DATA FOR THIS TASK –

————

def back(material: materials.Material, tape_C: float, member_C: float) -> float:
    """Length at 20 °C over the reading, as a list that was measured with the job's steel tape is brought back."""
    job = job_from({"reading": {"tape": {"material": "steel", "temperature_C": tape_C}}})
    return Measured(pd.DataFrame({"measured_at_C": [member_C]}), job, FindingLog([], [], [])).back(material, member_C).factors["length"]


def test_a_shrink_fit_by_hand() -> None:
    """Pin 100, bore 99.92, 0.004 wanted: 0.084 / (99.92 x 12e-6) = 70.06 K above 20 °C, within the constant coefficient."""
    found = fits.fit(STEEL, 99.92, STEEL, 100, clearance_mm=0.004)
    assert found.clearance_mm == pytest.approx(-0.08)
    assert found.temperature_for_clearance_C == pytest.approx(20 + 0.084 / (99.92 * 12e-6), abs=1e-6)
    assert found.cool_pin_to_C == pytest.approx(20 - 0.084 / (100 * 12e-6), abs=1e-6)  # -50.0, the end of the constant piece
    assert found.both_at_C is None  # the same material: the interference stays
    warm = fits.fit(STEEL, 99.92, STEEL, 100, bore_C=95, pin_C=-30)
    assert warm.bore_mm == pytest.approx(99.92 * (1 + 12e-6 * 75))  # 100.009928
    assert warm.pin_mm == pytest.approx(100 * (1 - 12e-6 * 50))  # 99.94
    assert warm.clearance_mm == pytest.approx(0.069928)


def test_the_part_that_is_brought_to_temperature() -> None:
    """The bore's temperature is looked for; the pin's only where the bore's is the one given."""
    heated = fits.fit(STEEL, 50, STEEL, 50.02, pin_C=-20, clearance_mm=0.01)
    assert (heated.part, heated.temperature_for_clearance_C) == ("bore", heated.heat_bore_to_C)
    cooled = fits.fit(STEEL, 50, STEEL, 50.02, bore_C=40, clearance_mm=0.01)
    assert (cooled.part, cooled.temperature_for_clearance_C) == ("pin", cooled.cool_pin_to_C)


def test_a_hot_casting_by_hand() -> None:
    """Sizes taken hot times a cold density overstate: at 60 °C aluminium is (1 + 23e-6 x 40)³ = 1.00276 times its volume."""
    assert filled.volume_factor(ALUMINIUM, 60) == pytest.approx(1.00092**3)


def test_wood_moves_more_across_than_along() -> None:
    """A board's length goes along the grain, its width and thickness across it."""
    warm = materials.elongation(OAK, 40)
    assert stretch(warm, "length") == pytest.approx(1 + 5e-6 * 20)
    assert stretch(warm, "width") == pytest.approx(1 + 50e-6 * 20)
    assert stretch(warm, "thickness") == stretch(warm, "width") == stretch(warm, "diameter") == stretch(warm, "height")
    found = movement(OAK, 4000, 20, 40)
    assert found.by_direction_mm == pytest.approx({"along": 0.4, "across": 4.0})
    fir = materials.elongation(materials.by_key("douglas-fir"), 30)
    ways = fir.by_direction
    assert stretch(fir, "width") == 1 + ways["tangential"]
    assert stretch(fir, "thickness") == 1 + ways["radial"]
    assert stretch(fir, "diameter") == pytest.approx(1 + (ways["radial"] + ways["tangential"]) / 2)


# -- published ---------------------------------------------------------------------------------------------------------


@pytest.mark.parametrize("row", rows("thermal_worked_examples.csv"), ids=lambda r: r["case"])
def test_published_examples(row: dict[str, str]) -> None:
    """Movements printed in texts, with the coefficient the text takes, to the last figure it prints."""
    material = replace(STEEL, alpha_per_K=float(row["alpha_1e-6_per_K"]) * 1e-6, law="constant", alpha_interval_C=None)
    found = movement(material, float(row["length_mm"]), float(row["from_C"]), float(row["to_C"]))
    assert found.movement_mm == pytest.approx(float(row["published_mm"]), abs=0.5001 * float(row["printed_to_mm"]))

————

TASK REQUIREMENTS – Which lines of the records above hold the word "None"? Copy each of them.

COMPLETED EXERCISE –
def test_a_shrink_fit_by_hand() -> None:
    assert found.both_at_C is None  # the same material: the interference stays
def test_the_part_that_is_brought_to_temperature() -> None:
def test_a_hot_casting_by_hand() -> None:
def test_wood_moves_more_across_than_along() -> None:
def test_published_examples(row: dict[str, str]) -> None:
    material = replace(STEEL, alpha_per_K=float(row["alpha_1e-6_per_K"]) * 1e-6, law="constant", alpha_interval_C=None)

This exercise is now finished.